Each time the girl went out with the coal scuttles, Frank listened, and Lotte must have done the same from her bed.
Each tenant had his own cellar with a padlock. But who else had any coal or wood?
When the girl came up the stairs with her scuttles full, arms strained and face puffy, doors cracked open as she struggled by. Hard looks were cast at her and her scuttles. Women exchanged loud remarks. Once a tenant on the third floor— he had since been shot, but not for that—had kicked over the scuttles, growling, “Whore!”
From the top of the barracks—and the building really did look like a barracks—to the bottom, they were all muffled up in overcoats and two or three sweaters, most of them wearing gloves. And there were children who had to be gotten ready for school.
Bertha went down. Bertha wasn’t afraid. She was one of the few who had held out for more than six weeks, perhaps because she was strong and docile.
But she was worthless for sex. She let out such a strange howl that men were put off.
“A cow,” thought Frank.
As, about Kromer, he thought, “A young bull.”
They ought to be mated. Bertha lighted the fires in the two stoves as well as one in the bedroom, leaving the door to the kitchen once again ajar. There were four fires in the apartment, more than in all the rest of the building together, all for them alone. Maybe one day people would stand with their backs against the apartment’s outer wall to steal a little of their heat.
Did Sissy Holst have a fire?
He knew how it was—he knew about the little blue flames coming out of the gas burners, and only between seven and eight in the morning.
People warmed their fingers on the teakettle. Some reste
d their feet on the heater or pressed themselves against it.

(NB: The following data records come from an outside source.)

# What is put in place of what, the line of the fault, its block, and words of its message.
BROKEN = {
    # The head
    "no name": ('name = "Good"\n', "", 0, "", "'name' is missing; wanted a text"),
    "no about": ('about = """\nAll is [well], isn\'t it? # """\n', "", 0, "", "'about' is missing; wanted a text"),
    "empty name": ('"Good"', '" "', 1, "", "name = ' '; wanted a text"),
    "about is a number": ('about = """\nAll is [well], isn\'t it? # """', "about = 3\n", 2, "", "about = 3; wanted a"),
    "unknown key": ("tempo = 100", "tempi = 100", 4, "", "unknown key 'tempi'. Did you mean 'tempo'?"),
    "key over two lines": ("tempo = 100", '"te\\nmpo" = 100', 4, "", r"unknown key 'te\nmpo'. Did you mean 'tempo'?"),
    "unknown key of many names": ("tempo = 100", "a.b.c.d.e.f.g = 1", 4, "", "unknown key 'a'. Allowed: name, about"),
    "tempo too slow": ("tempo = 100", "tempo = 19.9", 4, "", "tempo = 19.9; wanted a number from 20 to 400"),
    "tempo too fast": ("tempo = 100", "tempo = 1000", 4, "", "tempo = 1000; wanted a number from 20 to 400"),
    "tempo is true": ("tempo = 100", "tempo = true", 4, "", "tempo = true; wanted a number"),
    "tempo is not finite": ("tempo = 100", "tempo = nan", 4, "", "tempo = nan; wanted a number"),
    "tempo is huge": ("tempo = 100", "tempo = 1" + 400 * "0", 4, "", "wanted a number from 20 to 400"),
    "reference is a text": ("reference = 440", 'reference = "A4"', 5, "", "reference = 'A4'; wanted a number"),
    "reference too high": ("reference = 440", "reference = 501", 5, "", "reference = 501; wanted a number from 380 to"),
    "reference too low": ("reference = 440", "reference = 44", 5, "", "wanted a number from 380 to 500"),
    "blocks is a text": ("[blocks.", "[x.", 7, "", "unknown key 'x'. Allowed: name, about, tempo,"),
    # TOML itself
    "not TOML": ("tempo = 100", "tempo 100", 4, "", "not TOML: Expected '='"),
    "open text": ('wave = "sine"', 'wave = "sine', 9, "", "not TOML: Illegal character"),
    "open list": ("] }\n", "", 54, "", "not TOML: Unclosed array"),
    "endless text": ("reference = 440", 'reference = """', 55, "", "not TOML: Unterminated string at the end"),
    "key twice": ("tempo = 100", 'name = "Twice"', 4, "", "'name' is given twice, first on line 1"),
    "block twice": ("[output]", "[blocks.late]\n\n[output]", 46, "", "'blocks.late' is given twice, first on line 26"),
    "control's key twice": ('by = "pedal"', 'by = "a", by = "b"', 55, "", "by' is given twice, first on line 55"),
    "endless number": ("tempo = 100", "tempo = " + 5000 * "9", 4, "", "a number has more than 4000 digits"),
    # Blocks and kinds
    "unknown kind": ('"multiply"', '"multipy"', 22, "product", "no kind 'multipy'. Did you mean 'multiply'?"),
    "no kind": ('kind = "add"\n', "", 16, "sum", "'kind' is missing; wanted one of: add, "),
    "kind is a number": ('kind = "add"', "kind = 1", 17, "sum", "kind = 1; wanted one of"),
    "block is no table": ("[blocks.tone]", "[blocks]\nother = 3\n[blocks.tone]", 8, "other", "other = 3; wanted a"),
    "block has a bad name": ("[blocks.late]", '[blocks."Late 1"]', 26, "", "cannot be called 'Late 1'; wanted lower-"),
    "block has a reserved name": ("[blocks.late]", "[blocks.output]", 26, "", "'output'; wanted any name but 'input'"),
    "unknown parameter": ('wave = "sine"', 'wafe = "sine"', 9, "tone", "unknown key 'wafe'. Did you mean 'wave'?"),
    "unknown port": ('y = "late"', 'y = "late"\nz = "late"', 20, "sum", "unknown key 'z'. Allowed: kind, x, y."),
    # Wires
    "port not wired": ('y = "late"\n', "", 16, "sum", "port 'y' is not wired; wanted y ="),
    "dangling wire": ('y = "late"', 'y = "lane"', 19, "sum", "y = 'lane': no such block. Did you mean 'late'?"),
    "wire in capitals": ('y = "late"', 'y = "Late"', 19, "sum", "y = 'Late': no such block. Did you mean 'late'?"),
    "wire is a number": ('y = "late"', "y = 3", 19, "sum", "y = 3; wanted the name of a block in quotes"),
    "wire is a list": ('y = "late"', 'y = ["late"]', 19, "sum", "y = a list; wanted the name of a block"),
    "wire to an output of one": ('y = "late"', 'y = "late.left"', 19, "sum", "only one output. Write 'late'."),
    "output of the guitar": ('x = "input"', 'x = "input.left"', 18, "sum", "only one output. Write 'input'."),
    "which output?": ('x = "place.left"', 'x = "place"', 43, "safe", "say which output. Allowed: place.left, place."),
    "no such output": ('"place.left"', '"place.lift"', 43, "safe", "no such output. Did you mean 'place.left'?"),
    "loop": ('y = "late"', 'y = "soft"', 16, "sum", "the loop sum → product → soft → sum must pass through a"),
    "loop of one": ('y = "late"', 'y = "sum"', 16, "sum", "the loop sum → sum must"),
    "loop over following": ('pitch = "5 Hz"', 'pitch = { base = 5, add = "tone", depth = 1 }', 7, "tone",
                            "the loop tone → wobble → tone must"),
    "delay follows itself": ('time = "330 ms"', 'time = { base = 0.3, add = "late", depth = 0.1 }', 26, "late",
                             "the loop late → late must"),
    # Values
    "unknown choice": ('"sine"', '"sinus"', 9, "tone", "wave = 'sinus' is not known. Did you mean 'sine'?"),
    "choice is a number": ('wave = "sine"', "wave = 1", 9, "tone", "wave = 1 is not known. Allowed: sine, triangle"),
    "unknown note": ('"5 Hz"', '"H4"', 14, "wobble", "pitch = 'H4'; wanted a note"),
    "note without octave": ('"5 Hz"', '"E"', 14, "wobble", "pitch = 'E'; wanted a note"),
    "note beyond hearing": ('"5 Hz"', '"A12"', 14, "wobble", "pitch = A12 (112640 Hz) is above 12000 Hz. Lower pitch"),
    "note beyond counting": ('"5 Hz"', '"A99999"', 14, "wobble", "pitch = 'A99999'; wanted a note"),
    "unknown unit": ('"5 Hz"', '"3 furlongs"', 14, "wobble", "unknown unit 'furlongs'. Allowed: Hz, kHz."),
    "unit in small letters": ('"5 Hz"', '"5 khz"', 14, "wobble", "unknown unit 'khz'. Did you mean 'kHz'?"),
    "wrong unit": ('"330 ms"', '"330 dB"', 29, "late", "unknown unit 'dB'. Allowed: s, ms, us."),
    "too high": ('"5 Hz"', "30000", 14, "wobble",
                 "pitch = 30000 Hz is above 12000 Hz. Lower pitch to 12000 Hz or less."),
    "too high in its own unit": ('"5 Hz"', '"30 kHz"', 14, "wobble",
                                 "pitch = 30 kHz is above 12 kHz. Lower pitch to 12 kHz or less."),
    "too low": ('"5 Hz"', "-1", 14, "wobble", "pitch = -1 Hz is below 0.05 Hz. Raise pitch to 0.05 Hz or more."),
    "too late": ('"330 ms"', '"2500 ms"', 29, "late", "time = 2500 ms is above 2000 ms. Lower time to 2000 ms"),
    "too much": ('"50 %"', '"150 %"', 35, "soft", "amount = 150 % is above 100 %. Lower amount to 100 % or less."),
    "too loud a factor": ('"50 %"', '"6 dB"', 35, "soft", "amount = 6 dB is above 1. Lower amount to 1 or less."),
    "endlessly loud": ('"50 %"', '"1e9 dB"', 35, "soft", "amount = '1e9 dB'; wanted a number"),
    "value is true": ('"5 Hz"', "true", 14, "wobble", "pitch = true; wanted a note"),
    "value is a list": ('"5 Hz"', "[440]", 14, "wobble", "pitch = a list; wanted a note"),
    "value is a date": ('"5 Hz"', "1999-01-01", 14, "wobble", "pitch = 1999-01-01; wanted a note"),
    "value is not finite": ('"5 Hz"', "inf", 14, "wobble", "pitch = inf; wanted a note"),
    "text is not finite": ('"5 Hz"', '"1e999 Hz"', 14, "wobble", "pitch = '1e999 Hz'; wanted a note"),
    # What follows a signal
    "fixed follows": ('ceiling = "-1 dB"', 'lookahead = { base = 0.001, add = "tone", depth = 0.001 }', 44, "safe",
                      "lookahead is fixed when the patch is built: it cannot follow a signal"),
    "following nothing": ('add = "wobble", ', "", 10, "tone", "pitch: 'add' is missing; wanted { base ="),
    "following without depth": (', depth = "30 c"', "", 10, "tone", "pitch: 'depth' is missing; wanted { base ="),
    "following no one": ('add = "wobble"', 'add = "wobbel"', 10, "tone", "pitch: add = 'wobbel': no such block. Did"),
    "following one of two": ('add = "wobble"', 'add = "place"', 10, "tone", "pitch: add = 'place': say which output"),
    "following too oddly": ('"30 c"', '"2 apples"', 10, "tone", "pitch: depth = '2 apples': unknown unit 'apples'"),
    "following too far": ('"30 c"', '"80 oct"', 10, "tone", "pitch: depth = '80 oct'; wanted -64 to 64 octaves"),
    "following from too high": ('"E4 -14c"', '"30 kHz"', 10, "tone", "pitch: base = 30 kHz is above 12 kHz. Lower it"),
    "following with a typo": ("base =", "bass =", 10, "tone", "unknown key of pitch 'bass'. Did you mean 'base'?"),
    "ratio too high": (FOLLOWING, '{ base = "late", ratio = "300/2" }', 10, "tone",
        "pitch: ratio = 300/2 is above 64. Lower it to 64 or less."),
    "ratio too low": (FOLLOWING, '{ base = "late", ratio = 0 }', 10, "tone",
        "pitch: ratio = 0 is below 0.015625. Raise it to 0.015625 or more."),
    "ratio is true": (FOLLOWING, '{ base = "late", ratio = true }', 10, "tone",
        "pitch: ratio = true; wanted a ratio"),
    "ratio of nothing": (FOLLOWING, '{ base = "late", ratio = "3/0" }', 10, "tone",
        "pitch: ratio = '3/0'; wanted a ratio"),
    "ratio of a note": (FOLLOWING, '{ base = "A4", ratio = "3/2" }', 10, "tone",
        "pitch: base = 'A4': no such block."),
    "ratio of a number": (FOLLOWING, '{ base = 440, ratio = "3/2" }', 10, "tone",
        "pitch: base = 440; wanted the name of a block in quotes"),
    "depth is not finite": ('"30 c"', "nan", 10, "tone", "pitch: depth = nan; wanted octaves"),
    "depth is true": ('"30 c"', "true", 10, "tone", "pitch: depth = true; wanted octaves"),
    # The output
    "no output": ('[output]\nleft = "safe"\nright = "place.right"\n', "", 0, "", "[output] says nothing; wanted from"),
    "half an output": ('right = "place.right"\n', "", 46, "", "[output] has 'left'; wanted from"),
    "too much output": ("[output]\n", '[output]\nfrom = "safe"\n', 46, "", "has 'from' and 'left' and 'right'; wanted"),
    "unknown output key": ('left = "safe"', 'lift = "safe"', 47, "", "key of [output] 'lift'. Did you mean 'left'?"),
    "output dangles": ('left = "safe"', 'left = "save"', 47, "", "left = 'save': no such block. Did you mean 'safe'?"),
    # Controls
    "control of nothing": ('"tone.pitch" =', '"tone.pits" =', 51, "", "'tone.pits'. Did you mean 'tone.pitch'?"),
    "control of a choice": ('"safe.ceiling" = { by = "pedal", from = -10, to = -0.5, ladder = [-10, -6] }',
                            '"tone.wave" = { by = "pedal" }', 55, "tone", "wave is a choice: no control can move it"),
    "control of a fixed": ('"safe.ceiling" = { by = "pedal", from = -10, to = -0.5, ladder = [-10, -6] }',
                           '"safe.lookahead" = { by = "pedal" }', 55, "safe",
                           "lookahead is fixed when the patch is built: no control can move it"),
    "control without quotes": ('"tone.pitch" =', "tone.pitch =", 51, "", '\'tone.pitch\' needs quotes: write "tone.p'),
    "control by nothing": ('by = "pedal", ', "", 55, "safe", "'by' is missing; wanted the name of a control"),
    "control by a number": ('by = "pedal"', "by = 1", 55, "safe", "by = 1; wanted the name of a control"),
    "control out of range": ('to = "A5"', 'to = "40 kHz"', 51, "tone", "pitch: to = 40 kHz is above 12 kHz. Lower it"),
    "control has a typo": ("from = -10", "form = -10", 55, "safe", "key of a control 'form'. Did you mean 'from'?"),
    "control is a text": ('{ by = "pedal", from = -10, to = -0.5, ladder = [-10, -6] }', '"pedal"', 55, "safe",
                          "'safe.ceiling' = 'pedal'; wanted { by ="),
    "ladder is a text": ("[-10, -6]", '"-6 dB"', 55, "safe", "ladder = '-6 dB'; wanted a list of values"),
    "ladder above its ends": ('"E4", "A4"', '"E4", "B5"', 53, "tone", "'B5' lies outside from … to. Allowed: 220 to"),
    "ladder below its ends": ("[-10, -6]", "[-10, -12]", 55, "safe", "-12 lies outside from … to. Allowed: -10 to"),
    "step of a ladder is true": ("[-10, -6]", "[true]", 55, "safe", "ceiling: ladder = true; wanted a level"),
    "step of a ladder is not finite": ("[-10, -6]", "[-10, nan]", 55, "safe", "ladder = nan; wanted a level"),
    "step of a ladder is a list": ("[-10, -6]", "[[-6]]", 55, "safe", "ladder = a list; wanted a level"),
    "step of a ladder is no note": ('"E4", "A4"', '"E4", "H4"', 53, "tone", "pitch: ladder = 'H4'; wanted a note"),
}  # fmt: skip
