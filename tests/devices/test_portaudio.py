"""Finding a device, and what is said when there is none."""

import pytest

from rtfx.devices import portaudio
from rtfx.devices.errors import DeviceError, DeviceGone


def device(index, name, ins, outs, default=""):
    found = {"index": index, "name": name, "host": "ALSA", "in": ins, "out": outs, "rate": 48000.0}
    return found | {"default_in": "in" in default, "default_out": "out" in default}


LISTED = [device(0, "Front", 2, 2, "out"), device(3, "USB Codec", 2, 0, "in"), device(5, "USB Mic", 1, 0)]


@pytest.fixture(autouse=True)
def listed(monkeypatch):
    monkeypatch.setattr(portaudio, "devices", lambda: LISTED)


@pytest.mark.parametrize(("wanted", "index"), [("5", 5), ("USB Codec", 3), ("mic", 5), ("front", 0), (None, 3)])
def test_device_is_found_by_number_name_or_part_of_it(wanted, index):
    assert portaudio.find(wanted, "in")["index"] == index


def test_two_that_fit_are_both_named_with_their_numbers():
    with pytest.raises(DeviceError, match=r"'usb' matches 2 inputs: \[3\] USB Codec, ALSA; \[5\] USB Mic, ALSA. Give"):
        portaudio.find("usb", "in")


def test_none_that_fits_is_said_with_what_there_is():
    with pytest.raises(DeviceGone, match=r"no output is called 'usb'. There are: \[0\] Front, ALSA"):
        portaudio.find("usb", "out")


def test_no_device_at_all_is_said_with_the_way_out(monkeypatch):
    monkeypatch.setattr(portaudio, "devices", list)
    with pytest.raises(DeviceGone, match=r"there is no audio input\. Plug one in, or play with --device built-in"):
        portaudio.find(None, "in")


def test_missing_portaudio_is_said_with_the_line_to_run(monkeypatch):
    def missing():
        raise OSError("PortAudio library not found")

    monkeypatch.setattr(portaudio, "_name_client", missing)
    with pytest.raises(DeviceError, match="apt-get install libportaudio2"):
        portaudio.library()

All of them bundled up in whatever old clothes they could find, piling them on their backs, anything on top of anything.
Sissy? Why had he thought about her?
In the building across the street, an even poorer one than theirs since it was older and more dilapidated, people had stuck wrapping paper over the windows to keep out the cold, leaving only small holes in the paper for light and to see outside.
Could they see the Eunuch? Had the body been found?
There wouldn’t be any fuss. There never was. Many people had already left for work, and now the women were going out to stand in lines.
Barring an unlikely patrol—they almost never came to the rue Verte, which led practically nowhere—the first ones, the early risers, who had seen the dark mass lying undisturbed in the snow had probably hurried on to the streetcar stop.
The others, now that it was light, would be able to make out the color of the uniform. They would be in an even greater hurry to get away.
It would be one of the concierges. They were all functionaries of a sort. They couldn’t pretend not to have seen anything. Each had a telephone in the hall of his apartment building.
An odor of burning kindling came from the kitchen. Then there was an avalanche of ashes in the other stoves and, finally, the hum of the coffee grinder.
Poor fat stupid Bertha! A little while ago she had stood in her bare feet on the carpet, rubbing her body to smooth away the marks of the sheets on her skin. She hadn’t put on her underwear. She was sweating. She was probably talking to herself. Two months earlier, at this same hour, she would have been feeding chickens and probably talking to them in a language they understood.
The streetcar again—its sudden stop at the corner to pour sand on the rails so the brake would hold. You got used to it, and yet you still waited in suspense for it to go away again with its noise like the rattle of scrap iron.
Which of the concierges would be frightened enough to telephone the authorities? Concierges lived in fear. It was their vocation. You could picture this one or that gesticulating in front of two or three carloads of Occupation police.